Dr Buchanan said employers’ fears that multi-employer bargaining could lead to more industrial action would depend on individual behavior.

“To be honest, it depends on where the employers stand,” he said.

“There may be a slight increase in strikes, but generally you find that when wages and conditions go up, and you have decent working conditions, labor turnover rates go down.

“You have to look at the big picture – if labor turnover is going down and things like skills training are improving, which is usually associated with multi-employer bargaining, you’re generally better off. lot.”

See his interview below.

He said German workers were among the most productive in the world because employers there coordinated their bargaining around wages and skills, and the same was true in Switzerland, Denmark and Norway.

Space to play or pause, M to mute, left and right arrows to search, up and down arrows for volume.

Expert says corporate bargaining hasn’t served workers

The old economy no longer exists

A few months ago, Anthony Forsyth, professor of labor law at RMIT University, explained why corporate negotiation had failed in Australia.

He said corporate trading was designed for an economy that no longer existed.

“This fails especially for low-paid workers who lack bargaining power, and this is a big reason for such poor pay in female-dominated professions such as elderly care and childcare,” he wrote in The conversation.

“Allowing employees and unions to negotiate and take industrial action only for an agreement with a single company, or part of a company, works well with large construction sites, such as factories, with hundreds or thousands of workers with the same employer.

“But these types of workplaces are increasingly rare.

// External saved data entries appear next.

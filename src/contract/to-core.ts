import { sunSynchronousInclination } from '#core/flight/orbit.ts';
import type { Boosters, Site, Stage, TargetOrbit, Vehicle } from '#core/flight/types.ts';
import {
  fromDegrees,
  fromKilometres,
  fromKilonewtons,
  kilograms,
  metres,
  metresPerSecond,
  seconds,
} from '#core/units.ts';
import type { Radians } from '#core/units.ts';
import type { EvaluateSite } from './evaluate.ts';
import type { TargetOrbitInput } from './orbit.ts';
import type { BoostersInput, StageInput, VehicleInput } from './vehicle.ts';

/** What of a site the flight figures follow from. */
export type FlightSite = Pick<
  EvaluateSite,
  'latitudeDeg' | 'longitudeDeg' | 'elevationM' | 'permittedAzimuthsDeg'
>;

export function toSite({ latitudeDeg, longitudeDeg, elevationM, permittedAzimuthsDeg }: FlightSite): Site {
  return {
    latitude: fromDegrees(latitudeDeg),
    longitude: fromDegrees(longitudeDeg),
    height: metres(elevationM),
    sectors: permittedAzimuthsDeg.map(([from, to]) => ({ from: fromDegrees(from), to: fromDegrees(to) })),
  };
}

/** What of an orbit its inclination follows from. */
export type InclinedOrbit = Pick<
  TargetOrbitInput,
  'perigeeKm' | 'apogeeKm' | 'inclinationDeg' | 'sunSynchronous'
>;

/** The inclination given, or the sun-synchronous one. @throws RangeError where there is none; the contract refuses it */
export function inclinationOf({
  perigeeKm,
  apogeeKm,
  inclinationDeg,
  sunSynchronous,
}: InclinedOrbit): Radians {
  if (sunSynchronous !== true && inclinationDeg !== undefined) return fromDegrees(inclinationDeg);
  const found = sunSynchronousInclination(fromKilometres(perigeeKm), fromKilometres(apogeeKm));
  if (found.kind === 'none') throw new RangeError(`inclinationOf: ${perigeeKm} × ${apogeeKm} km has none`);
  return found.inclination;
}

/** What of an orbit the flight figures follow from. */
export type FlightOrbit = InclinedOrbit & Pick<TargetOrbitInput, 'profile' | 'parkingKm' | 'flightsPerYear'>;

export function toOrbit(orbit: FlightOrbit): TargetOrbit {
  return {
    perigeeAltitude: fromKilometres(orbit.perigeeKm),
    apogeeAltitude: fromKilometres(orbit.apogeeKm),
    inclination: inclinationOf(orbit),
    profile: orbit.profile,
    parkingAltitude: fromKilometres(orbit.parkingKm),
    flightsPerYear: orbit.flightsPerYear,
  };
}

function toStage(stage: StageInput): Stage {
  return {
    dryMass: kilograms(stage.dryKg),
    propellantMass: kilograms(stage.propellantKg),
    vacuumThrust: fromKilonewtons(stage.thrustVacKn),
    vacuumImpulse: seconds(stage.ispVacS),
    seaLevelImpulse: stage.ispSeaLevelS === undefined ? undefined : seconds(stage.ispSeaLevelS),
  };
}

function toBoosters(boosters: BoostersInput): Boosters {
  return { ...toStage(boosters), count: boosters.count };
}

export function toVehicle(vehicle: VehicleInput): Vehicle {
  const { gravity, drag, steering } = vehicle.lossesMps;
  return {
    fairingMass: kilograms(vehicle.fairingKg),
    fairingLeavesAfterStage: vehicle.fairingLeavesAfterStage,
    reserve: metresPerSecond(vehicle.reserveMps),
    losses: {
      gravity: metresPerSecond(gravity),
      drag: metresPerSecond(drag),
      steering: metresPerSecond(steering),
    },
    boosters: vehicle.boosters === undefined ? undefined : toBoosters(vehicle.boosters),
    stages: vehicle.stages.map(toStage),
  };
}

Today, many employers in industries such as food production, logistics, warehousing, building management and high-street retail stores surface have divested much of their operations and workers to other entities.

“They have resorted to hiring labor, independent contracts and outsourcing to distance themselves from the responsibility of minimum employment standards – and collective bargaining.”

Professor Forsyth said that to raise wages, workers would need to build their bargaining power by being able to bargain – and strike – across entire industries.

“Hired workers must be able to negotiate not only with the agency that technically employs them, but with the company they work for –like amazonwhich has relied heavily on outsourced labor in its Australian operations,” he said.

“Workers who clean and provide security services in commercial buildings must have the ability to secure wage increases from major companies who ultimately control the share of labor profits.”

Writing the article in June, Professor Forsyth also predicted that the future of corporate bargaining is likely to be a “hot topic” at the jobs summit.

It’s always a matter of gender pay

But that’s not to lose sight of CUTA’s efforts to break down the barriers that prevent women from earning more in the workforce.

The union says multi-employer bargaining would improve bargaining access for childcare workers, aged care workers and a host of others.

But he also wants other things.

To get more women working and working the hours they want, he wants early childhood education and care to be free and widely available.

He called for 52 weeks of paid parental leave by 2030, with leave offered on a shared basis between parents, with incentives to promote equal parenting, and with a retirement pension paid on all parental leave.

And he wants a National Care Compact to address the crisis of overwork, low pay, job insecurity, lack of training and unsafe workplaces in the care sector.

In short, he wants the market to place a higher value on the work done in the care sector and he plans to do so, in part, by reducing the barriers preventing young mothers from working more and by reducing the barriers preventing young fathers to work less.

And multi-employer bargaining would be part of that plan.